DATA TO PROCESS:
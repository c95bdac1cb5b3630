// Survival across a boundary and boundary-crosser rates: pure functions on stratigraphic ranges in Ma.
export { classifyAcrossBoundary, DEFAULT_EDGE_TOLERANCE, type BoundaryOutcome, type ClassifyOptions } from "./classifyAcrossBoundary";
export { boundaryCrosserRates, countBoundaryCrossers, type BoundaryCrosserCounts, type BoundaryCrosserRates } from "./boundaryCrosserRates";
export { ratesThroughTime, type IntervalRates } from "./ratesThroughTime";
export { outcomeWarnings, type OutcomeWarnings, type WarningGroup } from "./outcomeWarnings";
export { rangeProblem, type NamedInterval, type RangeProblem, type TaxonRange } from "./validateRanges";
export { backgroundContrast, MAD_NORMAL_CONSISTENCY, MIN_BACKGROUND_VALUES, type BackgroundContrast } from "./backgroundContrast";
export { diversityThroughTime, type DiversityThroughTime, type GroupDiversity, type StageDiversity } from "./diversityThroughTime";
export { crisisTurnover, DEPARTURE_Z, type CrisisTurnover, type RateContrast } from "./crisisTurnover";
export {
  boundaryScorecard,
  BROAD_SHARE_OF_GROUPS,
  MASS_EXTINCTION_CONVENTION,
  MIN_GROUP_AT_RISK,
  SCORECARD_CAUTION,
  SCORECARD_SOURCE,
  type BoundaryScorecard,
  type BoundaryScorecardInput,
  type GroupLoss,
  type GroupLossRow,
  type LossDimension,
  type ScorecardCriterion,
  type ScorecardItem,
  type ScorecardStatus,
} from "./boundaryScorecard";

WHAT IS NEEDED: All of the material above needs to be output exactly, with no line left out.

RESULT OF THIS TASK:
repository c95bdac1cb5b3630
// Survival across a boundary and boundary-crosser rates: pure functions on stratigraphic ranges in Ma.
export { classifyAcrossBoundary, DEFAULT_EDGE_TOLERANCE, type BoundaryOutcome, type ClassifyOptions } from "./classifyAcrossBoundary";
export { boundaryCrosserRates, countBoundaryCrossers, type BoundaryCrosserCounts, type BoundaryCrosserRates } from "./boundaryCrosserRates";
export { ratesThroughTime, type IntervalRates } from "./ratesThroughTime";
export { outcomeWarnings, type OutcomeWarnings, type WarningGroup } from "./outcomeWarnings";
export { rangeProblem, type NamedInterval, type RangeProblem, type TaxonRange } from "./validateRanges";
export { backgroundContrast, MAD_NORMAL_CONSISTENCY, MIN_BACKGROUND_VALUES, type BackgroundContrast } from "./backgroundContrast";
export { diversityThroughTime, type DiversityThroughTime, type GroupDiversity, type StageDiversity } from "./diversityThroughTime";
export { crisisTurnover, DEPARTURE_Z, type CrisisTurnover, type RateContrast } from "./crisisTurnover";
export {
  boundaryScorecard,
  BROAD_SHARE_OF_GROUPS,
  MASS_EXTINCTION_CONVENTION,
  MIN_GROUP_AT_RISK,
  SCORECARD_CAUTION,
  SCORECARD_SOURCE,
  type BoundaryScorecard,
  type BoundaryScorecardInput,
  type GroupLoss,
  type GroupLossRow,
  type LossDimension,
  type ScorecardCriterion,
  type ScorecardItem,
  type ScorecardStatus,
} from "./boundaryScorecard";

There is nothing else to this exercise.